五十一撃目
ふわっとしたかと思うと。
見慣れた景色が広がった。
私が一ヶ月と二週間前に出勤の為歩いていた道だ。
酷く懐かしく感じる。
どうやら、この世界の神とは直接会えなかったようだ。
さっきまで隣に居たドラゴン達は居ない。
呼び出された同じ場所に彼らも戻ったのかもしれない。
そうなると、タルッタとタルトは離れ離れなのか、それともコッコアルットは同じ場所なのか…わからないがもし離れてても彼らのことだ何とかするだろう。
さて、一ヶ月半もたったのだ…仕事は、どうなっているだろう?
そんな事を真っ先に考えてしまい田中を社畜と呼ばないなと1人笑いをしてしまう。
荷物も沢山あるのだ。
とりあえず一度家に帰らなくては…。
てくてくと家路に急ぐ。
爽やかな風が吹く。
あぁ、こっちの世界は暑くなく過ごしやすい。
私の格好が目立つのか周りの人々は、時折こちらを不思議そうに、見てきた。
日本ではさほど珍しく無いがジーンズにワイシャツスニーカー。
首からはポラロイドカメラと田中に貰ったネックレス。
耐水アラーム付きの腕時計10個に偏光板のサングラス。
荷物がパンパンに詰まったバックパックにLサイズのスーツケース。
そして、コンビニのレジ袋。
本当は、もっと色々持って来たかったが仕方ない。
商人に見えなくも無いが不審者極まりないかもしれない。
部屋は二階だったが、何とか一気にスーツケースも持って上がる。
鍵はいつも花壇の下だ。
コレは以前田中に話したら怒られたので今後は他に置こうと思う。
一ヶ月半居なかった割には部屋は綺麗だった。
ふと、今まで掃除した記憶がないことに気がついた。
今更だが、ここに引っ越して以来いつも帰宅すると綺麗に片付けられていた。
元々貴族の暮らしをしていたから気にならなかったが、田中と暮らして汚せば汚れたままの事に気がついた。

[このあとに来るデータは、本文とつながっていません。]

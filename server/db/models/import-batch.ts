import { DataTypes, Model, type CreationOptional, type InferAttributes, type InferCreationAttributes, type Sequelize } from 'sequelize'

export const IMPORT_MODES = ['all-or-nothing', 'valid-only'] as const
export type ImportMode = typeof IMPORT_MODES[number]

/** One CSV import of past survey data into a round: who, when, which file and how many rows. */
export class ImportBatch extends Model<InferAttributes<ImportBatch>, InferCreationAttributes<ImportBatch>> {
  declare id: CreationOptional<number>
  declare organisationId: number
  declare roundId: number
  declare questionnaireVersionId: number
  declare importedBy: number
  declare fileName: string
  declare fileSha256: string
  declare mode: ImportMode
  declare rowsTotal: number
  declare rowsImported: number
  declare rowsRejected: number
  declare createdAt: CreationOptional<Date>

  static initModel(sequelize: Sequelize) {
    ImportBatch.init({
      id: { type: DataTypes.INTEGER.UNSIGNED, autoIncrement: true, primaryKey: true },
      organisationId: { type: DataTypes.INTEGER.UNSIGNED, allowNull: false },
      roundId: { type: DataTypes.INTEGER.UNSIGNED, allowNull: false },
      questionnaireVersionId: { type: DataTypes.INTEGER.UNSIGNED, allowNull: false },
      importedBy: { type: DataTypes.INTEGER.UNSIGNED, allowNull: false },
      fileName: { type: DataTypes.STRING(200), allowNull: false },
      fileSha256: { type: DataTypes.CHAR(64), allowNull: false },
      mode: { type: DataTypes.ENUM(...IMPORT_MODES), allowNull: false },
      rowsTotal: { type: DataTypes.INTEGER.UNSIGNED, allowNull: false },
      rowsImported: { type: DataTypes.INTEGER.UNSIGNED, allowNull: false },
      rowsRejected: { type: DataTypes.INTEGER.UNSIGNED, allowNull: false },
      createdAt: DataTypes.DATE
    }, { sequelize, tableName: 'imports', updatedAt: false })
  }
}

もしかすると誰かが掃除してくれているのかもしれないと今更ながら思う。
…たぶん、絶縁したはずの親の仕業なのだらう。
甘いな…。
私は、荷物を投げ出すと窓を開ける。
部屋がいくら綺麗でも換気はしておきたい。
ドンドンドン!
ドアが激しく叩かれる。
ノックのつもりなのだろうか?
腕時計をいくつも外しながらドアを開けた。
「なっ!ラファ!」
「よぉ!タタルタ!ルルカも一緒か?見回りの最中か?」
扉を開けると同僚2人がたたずんでいた。
「お前!今までどこにいたんだ!心配したんだぞ!それにその格好…通報されたから来てみたらお前の部屋に入っていくと聞いたんだ…まさか本人とは…」
「あぁ、すまんな。色々あって」
「心配したんですよ!ラファ!
2年も帰ってこないから死んだんだと思ってました!」
「いやいや、本当に色々あってだな。
…え?2年!?」
「そうだぞ!班長なんか、もうすでに昇格して今やラールゥが二班の班長になってるぞ」
「へ?ラールゥが班長!?
ってか、2年ってどういう事だ!私は、一ヶ月半しか地球に行っていないぞ!」
「チキュウ?一ヶ月半だと?本当どこに行ってたんだ?
門を出た記録も無ければ、帰って来た記録も無いぞ!」
頭がクラクラする。
神々の時間の感覚が、適当なのか、それとも時間の流れが同じでは無いのか…とにかく気分は浦島太郎である。
まぁ、彼ほどひどくは無いが…。
そう言えば、神隠しやら天狗に攫われた人間が時間をかけてそのままの姿で戻ってくるという、話は地球でも、この世界でも沢山あった…もしかすると異世界転移は昔からあったのかもしれない。